Une étude publiée en février 2022 dans la revue Water a révélé que les sécheresses (qui deviennent de plus en plus fréquentes et graves avec le changement climatique) pourraient créer des défis pour l’hydroélectricité américaine dans le Montana, le Nevada, le Texas, l’Arizona, la Californie, l’Arkansas et l’Oklahoma.
Pendant ce temps, les centrales nucléaires françaises qui dépendent du Rhône pour l’eau de refroidissement ont dû fermer à plusieurs reprises. Si les réacteurs expulsent en aval de l’eau trop chaude, la vie aquatique est anéantie. Ainsi, pendant l’été étouffant de 2022, Électricité de France (EDF) a arrêté des réacteurs non seulement le long du Rhône mais aussi sur un deuxième grand fleuve du sud, la Garonne. Au total, la production d’électricité nucléaire de la France a été réduite de près de 50 % au cours de l’été 2022. Des arrêts similaires liés à la sécheresse et à la chaleur se sont produits en 2018 et 2019.
Les fortes pluies et les inondations peuvent également présenter des risques pour l’énergie hydroélectrique et nucléaire, qui ensemble fournissent actuellement environ quatre fois plus d’électricité à faible émission de carbone dans le monde que l’énergie éolienne et solaire combinées. En mars 2019, de graves inondations en Afrique australe et occidentale, à la suite du cyclone Idai, ont endommagé deux grandes centrales hydroélectriques au Malawi, coupant l’électricité dans certaines parties du pays pendant plusieurs jours.
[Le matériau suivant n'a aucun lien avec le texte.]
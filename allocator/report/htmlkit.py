"""The HTML building blocks every page of the tool shares: the style sheet, escaping,
number cells, tables, definition lists and the caution strip.  report.html
(:mod:`allocator.report.html`, :mod:`allocator.report.fieldhtml`) and fleet.html
(:mod:`allocator.report.fleet`) are built from these; every text is escaped here
(``html.escape``)."""

from __future__ import annotations

import html
import math

CSS = """
:root { --ink:#1a1a1a; --muted:#5f5f5f; --line:#c9ced3; --head:#e4e8ec;
        --below:#f6c89f; --above:#a6d3f2; --ok:#0b6e4f; --bad:#a33c00; }
* { box-sizing: border-box; }
body { font-family: system-ui, -apple-system, "Segoe UI", Roboto, "Helvetica Neue", Arial,
       sans-serif; color: var(--ink); margin: 0 auto; max-width: 1180px; padding: 18px 22px 40px;
       line-height: 1.45; font-size: 15px; background: #fff; }
h1 { font-size: 1.6em; margin: 0 0 4px; }
h2 { font-size: 1.25em; margin: 28px 0 8px; padding-bottom: 3px;
     border-bottom: 2px solid var(--line); }
h3 { font-size: 1.05em; margin: 18px 0 6px; }
p.meta { color: var(--muted); margin: 0 0 14px; }
.caution-strip { border: 1px solid #b8860b; background: #fff8e6; padding: 8px 12px;
                 margin: 10px 0 16px; }
.verdict { border: 3px solid; padding: 12px 16px; margin: 12px 0 16px; }
.verdict.ok { border-color: var(--ok); background: #eef7f3; }
.verdict.bad { border-color: var(--bad); background: #fdf1ea; }
.verdict .word { font-size: 1.5em; font-weight: 700; letter-spacing: .02em; }
.verdict.ok .word { color: var(--ok); }
.verdict.bad .word { color: var(--bad); }
table { border-collapse: collapse; margin: 6px 0 12px; font-size: .88em; }
th, td { border: 1px solid var(--line); padding: 3px 6px; vertical-align: top; }
th { background: var(--head); text-align: left; }
td.n { text-align: right; font-variant-numeric: tabular-nums; white-space: nowrap; }
td.below { background: var(--below); }
td.above { background: var(--above); }
td.bad { font-weight: 700; color: var(--bad); white-space: nowrap; }
td.good { color: var(--ok); white-space: nowrap; }
div.wide { overflow-x: auto; max-width: 100%; }
.key span { display: inline-block; padding: 1px 8px; margin-right: 10px;
            border: 1px solid var(--line); }
figure { margin: 14px 0 22px; }
figure img { max-width: 100%; height: auto; border: 1px solid #e2e2e2; }
figcaption { color: var(--muted); font-size: .92em; max-width: 900px; }
dl.kv { display: grid; grid-template-columns: max-content 1fr; gap: 3px 14px; margin: 6px 0; }
dl.kv dt { font-weight: 600; }
dl.kv dd { margin: 0; }
ul.cautions li { margin-bottom: 5px; }
details { margin: 6px 0 10px; }
details summary { cursor: pointer; color: var(--muted); }
.small { font-size: .9em; color: var(--muted); }
.run-record { border: 1px solid var(--line); padding: 8px 12px; margin: 10px 0; }
td.hash { font-family: ui-monospace, monospace; font-size: .85em; word-break: break-all; }
table.sign td.blank { min-width: 14em; height: 2.2em; }
pre.expl { white-space: pre-wrap; background: #f6f7f8; border: 1px solid var(--line);
           padding: 8px 10px; font-size: .9em; }
@media print {
  body { max-width: none; padding: 0; font-size: 11pt; }
  h2 { break-after: avoid; }
  figure, table, .verdict, .run-record { break-inside: avoid; }
  div.wide { overflow: visible; }
  table { font-size: 8pt; }
  .caution-strip, .verdict, th, td.below, td.above { -webkit-print-color-adjust: exact;
                                                     print-color-adjust: exact; }
}
"""


def esc(value: object) -> str:
    return html.escape(str(value), quote=True)


def num(x: object, fmt: str = ".2f") -> str:
    if x is None:
        return "-"
    try:
        f = float(x)
    except (TypeError, ValueError):
        return esc(x)
    if not math.isfinite(f):
        return "-"
    if fmt == "d":
        return str(int(round(f)))
    return format(f, fmt)


def td(x: object, fmt: str = ".2f", cls: str = "") -> str:
    c = f' class="n {cls}"' if cls else ' class="n"'
    return f"<td{c}>{num(x, fmt)}</td>"


def band_cls(v: float, lo: float, hi: float) -> str:
    if v is None or not math.isfinite(float(v)):
        return ""
    return "below" if v < lo else "above" if v > hi else ""


def table(headers: list[str], rows: list[str]) -> str:
    head = "".join(f"<th>{esc(h)}</th>" for h in headers)
    return (f'<div class="wide"><table><thead><tr>{head}</tr></thead>'
            f"<tbody>{''.join(rows)}</tbody></table></div>")


def kv(pairs: list[tuple[str, str]]) -> str:
    """A definition list of (label, text) pairs, both escaped."""
    return ('<dl class="kv">' + "".join(f"<dt>{esc(k)}</dt><dd>{esc(v)}</dd>" for k, v in pairs)
            + "</dl>")


#: the caution strip at the top of every page (closed by the caller, which may add a line)
CAUTION_STRIP = (
    '<div class="caution-strip"><strong>Caution:</strong> UFLS disconnects customers. '
    "Protect priority sites (hospitals, life-support customers, water pumping) as your "
    "local rules require. These results are indicative planning support; the system "
    "operator's requirements, local codes and licensed engineering practice govern. "
    "Verify relay settings before any change in the field.")


__all__ = ["CSS", "CAUTION_STRIP", "esc", "num", "td", "band_cls", "table", "kv"]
Les éoliennes et les panneaux solaires dépendent également des conditions météorologiques et sont donc également vulnérables aux extrêmes. Journées froides et nuageuses avec pratiquement aucun problème de vent pour les régions fortement tributaires des énergies renouvelables. Les tempêtes anormales peuvent endommager les panneaux solaires et les températures élevées réduisent l’efficacité des panneaux. Les ouragans et les ondes de tempête peuvent paralyser les parcs éoliens offshore.
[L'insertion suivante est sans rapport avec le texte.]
package dev.sheaf.curator.app;

import dev.sheaf.curator.session.Background;
import dev.sheaf.curator.session.RecentWorkspaces;
import java.nio.file.Path;
import java.util.List;
import java.util.concurrent.Executor;
import java.util.concurrent.Executors;
import javafx.application.Application;
import javafx.application.Platform;
import javafx.scene.Scene;
import javafx.stage.Stage;

/** The JavaFX application: one main window; opens the workspace named on the command line. */
public final class CuratorApp extends Application {
    private MainViewModel vm;

    @Override
    public void start(Stage stage) {
        List<String> args = getParameters().getRaw();
        vm = newViewModel(RecentWorkspaces.forUser());
        MainView view = new MainView(vm);
        installPanels(view, vm);
        show(stage, view, vm);
        if (!args.isEmpty()) {
            vm.open(Path.of(args.get(0)));
        }
        screenshotWhenReady(stage, vm);
    }

    /**
     * With {@code -Dsheaf.curator.screenshot=FILE.png}: once the window is idle (workspace open or
     * none given, no background work), saves a picture of it there, so the real desktop can be seen
     * as a user sees it on a machine without a screen grabber (e.g. under xvfb-run).
     */
    private static void screenshotWhenReady(Stage stage, MainViewModel vm) {
        String file = System.getProperty("sheaf.curator.screenshot");
        if (file == null || file.isBlank()) {
            return;
        }
        javafx.animation.Timeline poll = new javafx.animation.Timeline();
        poll.getKeyFrames().add(new javafx.animation.KeyFrame(javafx.util.Duration.seconds(2), e -> {
            if (!vm.background().runningProperty().get()) {
                poll.stop();
                try {
                    System.err.println("sheaf curate: window picture saved to " + Screenshots.saveTo(stage.getScene(), Path.of(file)));
                } catch (java.io.IOException ex) {
                    System.err.println("sheaf curate: cannot save the window picture to " + file + ": " + ex.getMessage());
                }
            }
        }));
        poll.setCycleCount(javafx.animation.Animation.INDEFINITE);
        poll.play();
    }

    /** The view-model with a background worker and an evidence-query worker, reporting on the JavaFX thread. */
    public static MainViewModel newViewModel(RecentWorkspaces recent) {
        Executor queries = Executors.newSingleThreadExecutor(r -> {
            Thread t = new Thread(r, "sheaf-curator-evidence");
            t.setDaemon(true);
            return t;
        });
        return new MainViewModel(Background.withWorkerThread(Platform::runLater), queries, Platform::runLater, recent);
    }

    /**
     * Where further panels join the window: the vocabulary tree goes in the centre
     * ({@link MainView#setHierarchyView}), suggestions, checks and figures as side panels
     * ({@link MainView#addSidePanel}); each follows {@link MainViewModel#sessionProperty()}.
     */
    public static void installPanels(MainView view, MainViewModel vm) {
        dev.sheaf.curator.hierarchy.StructurePanels p = new dev.sheaf.curator.hierarchy.StructurePanels(vm.sessionProperty());
        // the concept finder sits above the tree and opens its matches only while something is typed
        dev.sheaf.curator.concepts.ConceptListView finder = dev.sheaf.curator.concepts.ConceptListView.finder(vm.sessionProperty());
        javafx.scene.layout.BorderPane centre = new javafx.scene.layout.BorderPane(p.hierarchy());
        centre.setTop(finder.node());
        finder.setOnChosen(() -> {
            javafx.scene.Node tree = centre.lookup("#hierarchy-tree");
            if (tree != null) {
                tree.requestFocus();
            }
        });
        view.setHierarchyView(centre);
        view.addSidePanel("Facet", p.facet());
        view.addSidePanel("Suggestions", p.suggestions());
        view.addSidePanel("Checks", p.checks());
        view.addSidePanel("Figures", p.figures());
    }

    /** Puts the view in the stage with the close guard (unsaved edits are asked about). */
    public static void show(Stage stage, MainView view, MainViewModel vm) {
        javafx.geometry.Rectangle2D screen = javafx.stage.Screen.getPrimary().getVisualBounds();
        Scene scene = new Scene(view.node(), Math.min(1360, screen.getWidth()), Math.min(820, screen.getHeight()));
        stage.setScene(scene);
        stage.titleProperty().bind(vm.titleProperty());
        stage.setMinWidth(900);
        stage.setMinHeight(560);
        stage.setOnCloseRequest(e -> {
            if (!view.confirmClose()) {
                e.consume();
            } else {
                vm.closeSession();
            }
        });
        stage.show();
    }

    @Override
    public void stop() {
        if (vm != null) {
            vm.closeSession();
        }
    }
}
La transition des combustibles fossiles aux énergies renouvelables est confrontée à une bataille difficile. Pourtant, ce changement est une stratégie palliative essentielle pour maintenir les réseaux électriques opérationnels, au moins à une échelle minimale, alors que la civilisation se détourne inévitablement d’une réserve de pétrole et de gaz qui s’épuise. Le monde est devenu si dépendant du réseau électrique pour les communications, les finances et la préservation des connaissances techniques, scientifiques et culturelles que, si les réseaux devaient tomber définitivement et bientôt, il est probable que des milliards de personnes mourraient, et le les survivants seraient culturellement démunis. Essentiellement, nous avons besoin d’énergies renouvelables pour un atterrissage en douceur contrôlé. Mais la dure réalité est que, pour l’instant et dans un avenir prévisible, la transition énergétique ne va pas bien et a de mauvaises perspectives globales.
Nous avons besoin d’un plan réaliste de descente énergétique, au lieu de rêves insensés d’abondance éternelle des consommateurs par des moyens autres que les combustibles fossiles. Actuellement, l’insistance politiquement enracinée sur la poursuite de la croissance économique décourage la vérité et la planification sérieuse sur la façon de bien vivre avec moins.